Saved data entries

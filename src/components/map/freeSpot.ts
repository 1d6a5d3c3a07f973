import type { Pixel } from '../../composables/map/mapTypes.ts'
import type { PixelBox } from './pixelRing.ts'
import { coversBox } from './ringsAtBox.ts'

/** Ground that is not free: under labels already set, and of other blocks (polygons as their rings), in pixels. */
export interface TakenGround {
  labels: PixelBox[]
  blocks: readonly (readonly (readonly Pixel[])[])[]
}

/** How far a label may step aside, nearest first. */
const STEPS: readonly Pixel[] = [[0, 0], [7, 0], [-7, 0], [12, 0], [-12, 0], [0, -12], [9, -12], [-9, -12]]

/**
 * A place for a label that lies on no other label and on no other block; takes the ground it covers.
 * @param middle where it would stand, in pixels.
 * @param size its width and height in pixels.
 * @param mayStep whether it may step aside; one that stands in its own block may not.
 * @returns its middle, or null where there is no room.
 */
export function freeSpot(taken: TakenGround, middle: Pixel, [width, height]: readonly [number, number], mayStep: boolean): Pixel | null {
  for (const [dx, dy] of mayStep ? STEPS : STEPS.slice(0, 1)) {
    const at: Pixel = [middle[0] + dx, middle[1] + dy]
    const box = {
      minX: at[0] - width / 2, maxX: at[0] + width / 2, minY: at[1] - height / 2, maxY: at[1] + height / 2,
    }
    if (taken.labels.some((other) => overlap(box, other)) || coversBox(taken.blocks, box)) continue
    taken.labels.push(box)
    return at
  }
  return null
}

function overlap(a: PixelBox, b: PixelBox): boolean {
  return a.minX < b.maxX && b.minX < a.maxX && a.minY < b.maxY && b.minY < a.maxY
}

What the task asks
Could you reproduce the data above exactly as given?

Solution for this problem
filename src/components/map/freeSpot.ts
repository 1d6a5d3c3a07f973
import type { Pixel } from '../../composables/map/mapTypes.ts'
import type { PixelBox } from './pixelRing.ts'
import { coversBox } from './ringsAtBox.ts'

/** Ground that is not free: under labels already set, and of other blocks (polygons as their rings), in pixels. */
export interface TakenGround {
  labels: PixelBox[]
  blocks: readonly (readonly (readonly Pixel[])[])[]
}

/** How far a label may step aside, nearest first. */
const STEPS: readonly Pixel[] = [[0, 0], [7, 0], [-7, 0], [12, 0], [-12, 0], [0, -12], [9, -12], [-9, -12]]

/**
 * A place for a label that lies on no other label and on no other block; takes the ground it covers.
 * @param middle where it would stand, in pixels.
 * @param size its width and height in pixels.
 * @param mayStep whether it may step aside; one that stands in its own block may not.
 * @returns its middle, or null where there is no room.
 */
export function freeSpot(taken: TakenGround, middle: Pixel, [width, height]: readonly [number, number], mayStep: boolean): Pixel | null {
  for (const [dx, dy] of mayStep ? STEPS : STEPS.slice(0, 1)) {
    const at: Pixel = [middle[0] + dx, middle[1] + dy]
    const box = {
      minX: at[0] - width / 2, maxX: at[0] + width / 2, minY: at[1] - height / 2, maxY: at[1] + height / 2,
    }
    if (taken.labels.some((other) => overlap(box, other)) || coversBox(taken.blocks, box)) continue
    taken.labels.push(box)
    return at
  }
  return null
}

function overlap(a: PixelBox, b: PixelBox): boolean {
  return a.minX < b.maxX && b.minX < a.maxX && a.minY < b.maxY && b.minY < a.maxY
}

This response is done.